### [Task details]
In the records below, begin at the line containing "r->time_fs = pool;" and end at the line containing "transform_limits(s, s->field, tl_out);"; quote every line in that span exactly, including both boundary lines, and no others.

(Saved entries)
- - -

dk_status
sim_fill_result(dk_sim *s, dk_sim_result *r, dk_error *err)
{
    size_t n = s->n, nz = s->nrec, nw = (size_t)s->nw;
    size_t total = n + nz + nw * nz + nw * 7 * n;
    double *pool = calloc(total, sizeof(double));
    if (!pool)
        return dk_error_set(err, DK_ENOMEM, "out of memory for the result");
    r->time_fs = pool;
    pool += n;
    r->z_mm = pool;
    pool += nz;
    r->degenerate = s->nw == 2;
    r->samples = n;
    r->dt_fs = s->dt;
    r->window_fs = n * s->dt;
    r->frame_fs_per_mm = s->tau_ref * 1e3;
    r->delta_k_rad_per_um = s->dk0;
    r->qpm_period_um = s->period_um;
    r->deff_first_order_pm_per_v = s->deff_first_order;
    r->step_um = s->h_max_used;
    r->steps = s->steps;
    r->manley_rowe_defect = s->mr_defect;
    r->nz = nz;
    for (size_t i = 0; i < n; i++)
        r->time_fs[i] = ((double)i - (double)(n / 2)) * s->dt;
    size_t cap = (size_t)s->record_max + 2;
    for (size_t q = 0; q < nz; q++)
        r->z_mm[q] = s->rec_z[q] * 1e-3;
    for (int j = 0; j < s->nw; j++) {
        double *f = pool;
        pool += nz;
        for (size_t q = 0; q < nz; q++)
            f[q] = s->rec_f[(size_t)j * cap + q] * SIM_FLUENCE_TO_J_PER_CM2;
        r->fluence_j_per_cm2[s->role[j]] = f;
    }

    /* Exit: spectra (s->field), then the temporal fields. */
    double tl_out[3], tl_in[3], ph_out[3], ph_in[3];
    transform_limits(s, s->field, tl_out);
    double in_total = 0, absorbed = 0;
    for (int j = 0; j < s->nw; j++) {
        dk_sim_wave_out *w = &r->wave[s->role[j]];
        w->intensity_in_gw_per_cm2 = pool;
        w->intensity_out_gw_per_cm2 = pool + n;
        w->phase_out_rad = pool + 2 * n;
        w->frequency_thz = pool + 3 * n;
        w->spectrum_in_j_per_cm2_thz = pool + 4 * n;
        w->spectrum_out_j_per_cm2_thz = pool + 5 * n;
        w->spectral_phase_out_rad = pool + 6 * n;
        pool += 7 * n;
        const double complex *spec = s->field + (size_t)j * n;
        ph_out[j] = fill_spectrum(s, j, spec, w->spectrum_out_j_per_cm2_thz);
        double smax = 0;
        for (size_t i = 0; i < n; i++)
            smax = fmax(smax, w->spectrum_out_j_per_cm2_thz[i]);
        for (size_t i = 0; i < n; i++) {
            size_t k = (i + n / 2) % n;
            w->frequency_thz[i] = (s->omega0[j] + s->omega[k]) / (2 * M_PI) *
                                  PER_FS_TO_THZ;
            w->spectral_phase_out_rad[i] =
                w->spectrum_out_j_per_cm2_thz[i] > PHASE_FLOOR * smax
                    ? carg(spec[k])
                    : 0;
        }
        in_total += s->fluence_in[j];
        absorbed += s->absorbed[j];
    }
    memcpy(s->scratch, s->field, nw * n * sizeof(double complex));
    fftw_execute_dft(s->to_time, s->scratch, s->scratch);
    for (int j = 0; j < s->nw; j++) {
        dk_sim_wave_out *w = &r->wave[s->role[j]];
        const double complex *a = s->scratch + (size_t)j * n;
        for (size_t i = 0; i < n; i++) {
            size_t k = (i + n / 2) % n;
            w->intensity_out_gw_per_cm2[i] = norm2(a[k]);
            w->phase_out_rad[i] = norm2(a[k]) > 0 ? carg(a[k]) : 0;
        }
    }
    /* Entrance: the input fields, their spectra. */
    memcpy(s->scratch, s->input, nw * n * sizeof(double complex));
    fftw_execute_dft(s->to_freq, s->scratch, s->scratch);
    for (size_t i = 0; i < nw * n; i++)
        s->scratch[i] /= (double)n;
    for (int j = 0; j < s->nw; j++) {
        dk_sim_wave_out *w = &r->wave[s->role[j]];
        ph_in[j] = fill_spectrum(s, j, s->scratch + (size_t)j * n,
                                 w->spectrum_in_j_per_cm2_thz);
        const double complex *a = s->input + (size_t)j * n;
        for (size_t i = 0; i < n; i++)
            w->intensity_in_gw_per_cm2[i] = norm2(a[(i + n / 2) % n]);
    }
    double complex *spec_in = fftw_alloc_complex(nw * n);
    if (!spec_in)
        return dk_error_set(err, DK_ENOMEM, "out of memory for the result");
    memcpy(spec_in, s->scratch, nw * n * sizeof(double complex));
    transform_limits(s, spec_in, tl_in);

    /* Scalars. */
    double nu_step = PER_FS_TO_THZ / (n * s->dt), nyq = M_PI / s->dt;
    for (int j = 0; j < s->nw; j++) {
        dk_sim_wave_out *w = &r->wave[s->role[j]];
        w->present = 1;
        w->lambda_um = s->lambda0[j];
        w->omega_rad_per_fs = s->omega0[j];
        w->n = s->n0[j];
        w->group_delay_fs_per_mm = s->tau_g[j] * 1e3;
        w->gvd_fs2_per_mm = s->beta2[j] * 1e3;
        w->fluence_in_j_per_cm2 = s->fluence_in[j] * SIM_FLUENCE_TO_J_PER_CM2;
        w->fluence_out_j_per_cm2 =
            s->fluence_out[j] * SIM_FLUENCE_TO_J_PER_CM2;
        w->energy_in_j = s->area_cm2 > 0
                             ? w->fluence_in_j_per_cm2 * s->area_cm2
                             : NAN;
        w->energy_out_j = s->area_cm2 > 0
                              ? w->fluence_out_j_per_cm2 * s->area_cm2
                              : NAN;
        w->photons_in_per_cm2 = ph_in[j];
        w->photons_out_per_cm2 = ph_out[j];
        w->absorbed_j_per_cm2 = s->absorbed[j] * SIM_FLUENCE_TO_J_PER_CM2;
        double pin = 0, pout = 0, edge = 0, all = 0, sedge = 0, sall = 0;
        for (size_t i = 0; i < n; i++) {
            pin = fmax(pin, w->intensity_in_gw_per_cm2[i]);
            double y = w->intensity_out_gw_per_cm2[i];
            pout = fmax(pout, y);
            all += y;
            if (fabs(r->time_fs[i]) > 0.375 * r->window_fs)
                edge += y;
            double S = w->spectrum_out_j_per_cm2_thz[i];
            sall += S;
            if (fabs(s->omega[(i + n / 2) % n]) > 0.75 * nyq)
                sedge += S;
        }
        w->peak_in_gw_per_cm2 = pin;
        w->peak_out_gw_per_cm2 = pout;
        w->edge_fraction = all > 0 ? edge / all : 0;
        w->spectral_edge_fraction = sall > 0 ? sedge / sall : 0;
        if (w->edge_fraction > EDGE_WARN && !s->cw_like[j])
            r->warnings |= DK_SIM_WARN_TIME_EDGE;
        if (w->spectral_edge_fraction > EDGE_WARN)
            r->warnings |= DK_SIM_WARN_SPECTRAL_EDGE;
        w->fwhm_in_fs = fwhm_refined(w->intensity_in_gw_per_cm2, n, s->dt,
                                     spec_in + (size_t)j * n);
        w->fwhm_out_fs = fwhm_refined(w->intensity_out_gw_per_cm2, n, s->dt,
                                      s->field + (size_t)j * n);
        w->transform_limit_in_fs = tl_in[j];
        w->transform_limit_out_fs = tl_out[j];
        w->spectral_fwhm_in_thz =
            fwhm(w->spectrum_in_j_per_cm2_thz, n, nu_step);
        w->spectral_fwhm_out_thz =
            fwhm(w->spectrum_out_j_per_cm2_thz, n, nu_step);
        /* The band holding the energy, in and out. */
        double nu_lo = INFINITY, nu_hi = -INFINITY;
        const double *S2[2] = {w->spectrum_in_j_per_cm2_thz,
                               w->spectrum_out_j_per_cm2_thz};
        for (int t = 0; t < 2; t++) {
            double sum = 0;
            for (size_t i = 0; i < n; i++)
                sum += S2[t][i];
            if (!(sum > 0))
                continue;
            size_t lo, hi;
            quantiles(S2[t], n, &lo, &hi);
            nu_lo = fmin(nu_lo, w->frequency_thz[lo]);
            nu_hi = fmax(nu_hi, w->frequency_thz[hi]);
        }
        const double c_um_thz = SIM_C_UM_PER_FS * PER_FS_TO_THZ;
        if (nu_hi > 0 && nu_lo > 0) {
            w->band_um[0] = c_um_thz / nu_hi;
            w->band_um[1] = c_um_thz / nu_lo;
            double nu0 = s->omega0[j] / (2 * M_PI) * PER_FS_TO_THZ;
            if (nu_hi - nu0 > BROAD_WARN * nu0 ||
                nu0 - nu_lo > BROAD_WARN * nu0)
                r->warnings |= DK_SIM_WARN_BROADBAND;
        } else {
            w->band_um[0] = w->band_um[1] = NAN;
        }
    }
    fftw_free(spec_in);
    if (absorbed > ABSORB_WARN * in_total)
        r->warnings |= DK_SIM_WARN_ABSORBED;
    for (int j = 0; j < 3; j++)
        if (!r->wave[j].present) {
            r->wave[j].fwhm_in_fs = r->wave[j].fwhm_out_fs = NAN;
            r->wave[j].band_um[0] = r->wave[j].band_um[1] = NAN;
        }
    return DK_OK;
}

- - -

### [The completed task]
    r->time_fs = pool;
    pool += n;
    r->z_mm = pool;
    pool += nz;
    r->degenerate = s->nw == 2;
    r->samples = n;
    r->dt_fs = s->dt;
    r->window_fs = n * s->dt;
    r->frame_fs_per_mm = s->tau_ref * 1e3;
    r->delta_k_rad_per_um = s->dk0;
    r->qpm_period_um = s->period_um;
    r->deff_first_order_pm_per_v = s->deff_first_order;
    r->step_um = s->h_max_used;
    r->steps = s->steps;
    r->manley_rowe_defect = s->mr_defect;
    r->nz = nz;
    for (size_t i = 0; i < n; i++)
        r->time_fs[i] = ((double)i - (double)(n / 2)) * s->dt;
    size_t cap = (size_t)s->record_max + 2;
    for (size_t q = 0; q < nz; q++)
        r->z_mm[q] = s->rec_z[q] * 1e-3;
    for (int j = 0; j < s->nw; j++) {
        double *f = pool;
        pool += nz;
        for (size_t q = 0; q < nz; q++)
            f[q] = s->rec_f[(size_t)j * cap + q] * SIM_FLUENCE_TO_J_PER_CM2;
        r->fluence_j_per_cm2[s->role[j]] = f;
    }

    /* Exit: spectra (s->field), then the temporal fields. */
    double tl_out[3], tl_in[3], ph_out[3], ph_in[3];
    transform_limits(s, s->field, tl_out);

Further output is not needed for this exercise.